[DIRECTIONS FOR THIS TASK]
Could you filter the records below down to the lines that include the word "setMeter"?

Entries taken from a collection
◆ ◆ ◆ ◆ ◆ ◆ ◆
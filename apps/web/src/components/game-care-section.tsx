// A game's meters (the newest reading of each, and a form to record one) and its keep cost over the last 12 months.
import { useState } from 'react';
import { Gauge } from 'lucide-react';
import { meterKindLabels, meterKinds, type MeterKind } from '@bumperline/contracts/care-vocabulary';
import { useKeepCost, useLatestReadings, useRecordReading } from '../api/meters.ts';
import { useLocaleSettings } from '../api/me.ts';
import { useCan } from '../api/use-can.ts';
import { ApiError } from '../lib/api-client.ts';
import { asSentence, formatDateTime, formatMoney } from '../lib/format.ts';
import { formatMinutes } from '../lib/duration-entry.ts';
import { inputClass } from './field.tsx';
import { ErrorState, Loading } from './states.tsx';

const count = new Intl.NumberFormat('en-US');

function RecordReading({ gameId }: { gameId: string }) {
  const record = useRecordReading(gameId);
  const [meter, setMeter] = useState<MeterKind>('plays');
  const [text, setText] = useState('');
  const [rolledOver, setRolledOver] = useState(false);
  const [problem, setProblem] = useState<string | null>(null);
  const submit = (e: React.FormEvent) => {
    e.preventDefault();
    const digits = text.replace(/[\s,]/g, '');
    if (!/^\d+$/.test(digits)) return setProblem('Enter the meter as a whole number, such as 15,400.');
    setProblem(null);
    record.mutate(
      { meter, reading: Number(digits), rolledOver },
      {
        onSuccess: () => {
          setText('');
          setRolledOver(false);
        },
        onError: (err) =>
          setProblem(err instanceof ApiError ? asSentence(Object.values(err.fieldErrors())[0] ?? err.message) : 'Could not save.'),
      },
    );
  };
  return (
    <form onSubmit={submit} className="mt-3 flex flex-wrap items-end gap-2" aria-label="Record a meter reading">
      <label className="flex flex-col gap-1">
        <span className="font-semibold">Meter</span>
        <select className={`${inputClass} w-auto`} value={meter} onChange={(e) => setMeter(e.target.value as MeterKind)}>
          {meterKinds.map((m) => (
            <option key={m} value={m}>
              {meterKindLabels[m]}
            </option>
          ))}
        </select>
      </label>
      <label className="flex flex-col gap-1">
        <span className="font-semibold">Reading</span>
        <input
          className={`${inputClass} w-40`}
          inputMode="numeric"
          value={text}
          onChange={(e) => setText(e.target.value)}
          aria-invalid={!!problem}
        />
      </label>
      <label className="flex min-h-11 items-center gap-2">
        <input type="checkbox" className="size-5" checked={rolledOver} onChange={(e) => setRolledOver(e.target.checked)} />
        Rolled over
      </label>
      <button type="submit" className="btn-secondary" disabled={record.isPending}>
        {record.isPending ? 'Saving…' : 'Record reading'}
      </button>
      {problem && (
        <p role="alert" className="w-full text-sm font-semibold text-down">
          {problem}
        </p>
      )}
    </form>
  );
}

export function GameCareSection({ gameId }: { gameId: string }) {
  const readings = useLatestReadings(gameId);
  const cost = useKeepCost(gameId);
  const locale = useLocaleSettings();
  const canRead = useCan('meters:write');
  return (
    <section className="card" aria-labelledby="meters-heading">
      <h2 id="meters-heading" className="mb-2 flex items-center gap-2 text-lg font-bold">
        <Gauge aria-hidden className="size-5" /> Meters and keep cost
      </h2>
      {readings.isLoading ? (
        <Loading label="Loading meters…" />
      ) : readings.error ? (
        <ErrorState error={readings.error} onRetry={() => void readings.refetch()} />
      ) : (readings.data?.items.length ?? 0) === 0 ? (
        <p className="text-ink-soft">No meter readings yet.</p>
      ) : (
        <dl className="grid grid-cols-[auto_1fr] gap-x-4 gap-y-1">
          {readings.data!.items.map((r) => (
            <div key={r.meter} className="contents">
              <dt className="font-semibold">{meterKindLabels[r.meter]}</dt>
              <dd className="tabular-nums">
                {count.format(r.reading)}
                {r.rolledOver ? ' (rolled over)' : ''} <span className="text-sm text-ink-soft">· {formatDateTime(r.readAt, locale)}</span>
              </dd>
            </div>
          ))}
        </dl>
      )}
      {canRead && <RecordReading gameId={gameId} />}
      <div className="mt-4 border-t border-paper-line pt-3">
        {cost.isLoading ? (
          <Loading label="Loading keep cost…" />
        ) : cost.error ? (
          <ErrorState error={cost.error} onRetry={() => void cost.refetch()} />
        ) : (
          <p>
            <span className="font-semibold">Keep cost, last 12 months: </span>
            <span className="tabular-nums">
              {formatMoney(cost.data!.totalCents, locale ? { ...locale, currency: cost.data!.currency } : undefined)}
            </span>
            <span className="text-sm text-ink-soft">
              {' '}
              — parts {formatMoney(cost.data!.partsCents, locale)}, labour {formatMoney(cost.data!.labourCents, locale)} (
              {formatMinutes(cost.data!.labourMinutes)}) over {cost.data!.jobs} {cost.data!.jobs === 1 ? 'job' : 'jobs'}
            </span>
          </p>
        )}
      </div>
    </section>
  );
}
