// How each technician's route is told apart on the dispatcher's map and in their column: a letter, a colour, a
// line pattern and a marker shape — never colour alone. Colours are our own, kept clear of the running /
// attention / down colours, and dark enough for white numbers and for lines on a pale ground (≥ 4.5:1 on white).

export interface RouteStyle {
  /** "A", "B", …: on every marker ("A3" = A's third stop) and beside the name. */
  letter: string;
  colour: string;
  /** Leaflet/SVG stroke-dasharray; '' = solid. */
  dash: string;
  /** Words for the pattern, for the legend's screen-reader text. */
  patternName: string;
  shape: 'circle' | 'square' | 'diamond';
}

const colours = ['#1d4ed8', '#6d28d9', '#0f766e', '#9d174d', '#78350f', '#334155'];
const patterns: { dash: string; name: string }[] = [
  { dash: '', name: 'solid line' },
  { dash: '12 8', name: 'dashed line' },
  { dash: '2 7', name: 'dotted line' },
  { dash: '14 6 2 6', name: 'dash-dot line' },
];
const shapes: RouteStyle['shape'][] = ['circle', 'square', 'diamond'];

export function routeStyle(index: number): RouteStyle {
  const letter =
    index < 26 ? String.fromCharCode(65 + index) : `${String.fromCharCode(65 + (Math.floor(index / 26) % 26))}${(index % 26) + 1}`;
  const pattern = patterns[index % patterns.length]!;
  return {
    letter,
    colour: colours[index % colours.length]!,
    dash: pattern.dash,
    patternName: pattern.name,
    shape: shapes[index % shapes.length]!,
  };
}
◆ ◆ ◆ ◆ ◆ ◆ ◆
[RESULT OF THIS EXERCISE]
  const [meter, setMeter] = useState<MeterKind>('plays');
        <select className={`${inputClass} w-auto`} value={meter} onChange={(e) => setMeter(e.target.value as MeterKind)}>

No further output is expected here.